JPMorgan Chase & Co has landed on six property stocks that can best weather the Hong Kong turmoil after applying a worst-case scenario that envisages home prices plunging
30 percent, retail sales falling by a similar amount and prime office rents sinking 40 percent.
While a worst-case scenario may seem a rather grim starting point, analysts at the New York-based investment bank said in a report earlier this week that’s what most investors are starting to factor in considering the uncertainties in the former British colony.
They include a re-escalation of the US-China trade war and the social unrest in Hong Kong, both of which will impact upon the city’s status as an international financial centre, JPMorgan said.
Against that backdrop,
just six companies make JPMorgan’s overweight list — CK Asset Holdings Ltd, Henderson Land Development Co, New World Development Co, Wharf Holdings Ltd, Hang Lung Properties Ltd and Link REIT.
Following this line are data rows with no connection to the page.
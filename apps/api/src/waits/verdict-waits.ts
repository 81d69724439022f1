/** Why a held request stopped waiting. */
export type WakeReason = 'notified' | 'timeout' | 'aborted';

export interface VerdictWait {
  /**
   * Resolves when a verdict for the capture is announced (or the listener reconnected and
   * announcements may have been missed), when `ms` pass, or when `signal` aborts (the client
   * went away). Call once.
   */
  until(ms: number, signal: AbortSignal): Promise<WakeReason>;
  /** Frees the slot; safe to call more than once. */
  release(): void;
}

/**
 * Fans verdict announcements out to held requests, at most `maxHeld` at once per process.
 * Pure bookkeeping: the LISTEN connection (pg-listener.ts) calls `announce`, and
 * `isListening` says whether announcements can arrive at all.
 */
export class VerdictWaits {
  private readonly byCapture = new Map<string, Set<() => void>>();
  private heldCount = 0;

  constructor(
    private readonly maxHeld: number,
    private readonly isListening: () => boolean,
  ) {}

  /**
   * Takes a slot before the caller's first read, so a verdict committed between that read and the
   * wait still wakes it. Null when every slot is taken or nothing is listening: answer at once.
   */
  open(captureId: string): VerdictWait | null {
    if (this.heldCount >= this.maxHeld || !this.isListening()) return null;
    this.heldCount += 1;
    let announced = false;
    let wake: (() => void) | null = null;
    const listener = () => {
      announced = true;
      wake?.();
    };
    const listeners = this.byCapture.get(captureId) ?? new Set();
    listeners.add(listener);
    this.byCapture.set(captureId, listeners);
    let released = false;
    const release = () => {
      if (released) return;
      released = true;
      this.heldCount -= 1;
      listeners.delete(listener);
      if (listeners.size === 0 && this.byCapture.get(captureId) === listeners) this.byCapture.delete(captureId);
    };
    return {
      release,
      until: (ms, signal) =>
        new Promise<WakeReason>((resolve) => {
          if (announced) return resolve('notified');
          if (signal.aborted) return resolve('aborted');
          const finish = (reason: WakeReason) => {
            clearTimeout(timer);
            signal.removeEventListener('abort', onAbort);
            wake = null;
            resolve(reason);
          };
          const onAbort = () => finish('aborted');
          const timer = setTimeout(() => finish('timeout'), ms);
          signal.addEventListener('abort', onAbort, { once: true });
          wake = () => finish('notified');
        }),
    };
  }

  /** A verdict of this capture was committed. */
  announce(captureId: string): void {
    for (const listener of this.byCapture.get(captureId) ?? []) listener();
  }

  /** Wakes every held request (after a reconnect, or at shutdown) so each re-reads and answers. */
  wakeAll(): void {
    for (const listeners of this.byCapture.values()) for (const listener of listeners) listener();
  }

  get held(): number {
    return this.heldCount;
  }
}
“The primary objective of our worst-case analysis is to identify stocks that are still good for investment even under this sort of scenario,” analysts led by Cusson Leung wrote, adding such assumptions weren’t their base case.
JPMorgan said CK Asset has been diversifying away from property in Hong Kong and China. Henderson Land, meanwhile, has done a good job ramping up asset disposals and “strong dividend growth will support strong share price performance.”
Wharf and Hang Lung have promising shopping malls after some tenant reshuffling, while New World, the only developer of the six with a
residential angle, should see the most substantial increase in rents.
“We believe the only type of residential projects which are still selling well is the mass market product, of which New World will have a 3,000-unit to be launched in Tai Wai early 2020,” the report said.
On the flip side, four stocks were downgraded to underweight, and two to neutral.